Passaggio generazionale e patto di famiglia

Trasferire l'impresa senza spaccare la famiglia

« Trasferire ricchezza senza trasferire il governo è l'errore che distrugge le imprese di famiglia: il subentro va progettato, non subìto. »

Che cos'è

Il passaggio generazionale è il trasferimento dell'impresa (o del suo controllo) dalla generazione dei fondatori a quella successiva. Il rischio non è solo fiscale: è dividere il patrimonio senza preservare l'unità del comando, o consegnare le quote senza consegnare la capacità di governare.

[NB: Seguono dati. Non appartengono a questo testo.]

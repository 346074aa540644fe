import type { Routes } from '@angular/router';
import { projectRoleGuard } from '../core/guards';
import { AreaPlaceholder } from '../ui/area-placeholder';

export const CATALOGUE_ROUTES: Routes = [
  {
    path: '',
    canActivate: [projectRoleGuard('reviewer')],
    component: AreaPlaceholder,
    data: {
      title: 'Catalogue',
      icon: 'pets',
      message:
        'The catalogue of individuals is not in this version of Maculo yet. No individuals are catalogued.',
    },
  },
];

Il patto di famiglia è lo strumento che consente all'imprenditore di trasferire l'azienda o le partecipazioni a uno o più discendenti, in deroga al divieto di patti successori, liquidando gli altri legittimari e mettendo l'operazione al riparo da future contestazioni ereditarie.

Quando si usa

  • Quando il fondatore vuole regolare in vita il subentro, evitando conflitti tra eredi.
  • Per concentrare il controllo in chi ha la capacità di guidare l'impresa, tutelando gli altri.
  • Per proteggere la continuità aziendale da vicende successorie e da liti tra rami familiari.

Come funziona

  1. 1Mappatura della famiglia, del patrimonio e degli obiettivi (chi guida, chi viene tutelato, come).
  2. 2Scelta degli strumenti: patto di famiglia, holding di famiglia, donazioni, statuti e patti parasociali, eventuale trust.
  3. 3Patto di famiglia per atto pubblico, con partecipazione dei legittimari e loro liquidazione.
  4. 4Governance del dopo: regole di ingresso, ruoli, diritti particolari, presidi anti-conflitto.

Le norme

artt. 768-bis ss. c.c.

Patto di famiglia.

art. 458 c.c.

Divieto di patti successori (cui il patto di famiglia deroga).

artt. 536 ss. c.c.

Legittimari e quote di riserva.

art. 2341-bis c.c.

Patti parasociali di famiglia sulla governance.

Riferimenti al Codice Civile a titolo orientativo; l'applicazione dipende dal caso concreto.

Attenzione — le insidie

  • Trasferire le quote senza regole di governance lascia i figli 'proprietari' ma non 'in grado di governare': il conflitto è dietro l'angolo.
  • Il patto di famiglia richiede la partecipazione dei legittimari: escluderli mina la stabilità dell'operazione.
  • Profili fiscali (agevolazioni sui trasferimenti d'azienda ai discendenti) da verificare sulle condizioni di legge.

Cosa fa lo Studio

Progettiamo il subentro come un'architettura, non come una donazione: patto di famiglia, holding di famiglia, statuti e patti parasociali che distinguono proprietà e governo, tutela del fondatore e dei rami esclusi, presìdi contro il conflitto. Trasferiamo insieme la ricchezza e il potere di guidarla.

Domande frequenti

Cos'è il patto di famiglia?

È un contratto con cui l'imprenditore trasferisce in vita l'azienda o le partecipazioni a uno o più discendenti, liquidando gli altri legittimari, in deroga al divieto di patti successori: mette il passaggio al riparo da future liti ereditarie.

Rischio che i figli litighino dopo?

È il rischio principale. Si previene distinguendo proprietà e governo (holding, diritti particolari, patti parasociali) e tutelando in modo equo chi non guida l'impresa. La governance del 'dopo' va scritta prima.

Serve una holding?

Spesso sì: la holding di famiglia concentra il controllo, semplifica il passaggio e protegge il patrimonio. Ma va costruita con sostanza e coerenza, non solo per ragioni fiscali.

Questa scheda è uno strumento orientativo e non costituisce consulenza nel caso concreto.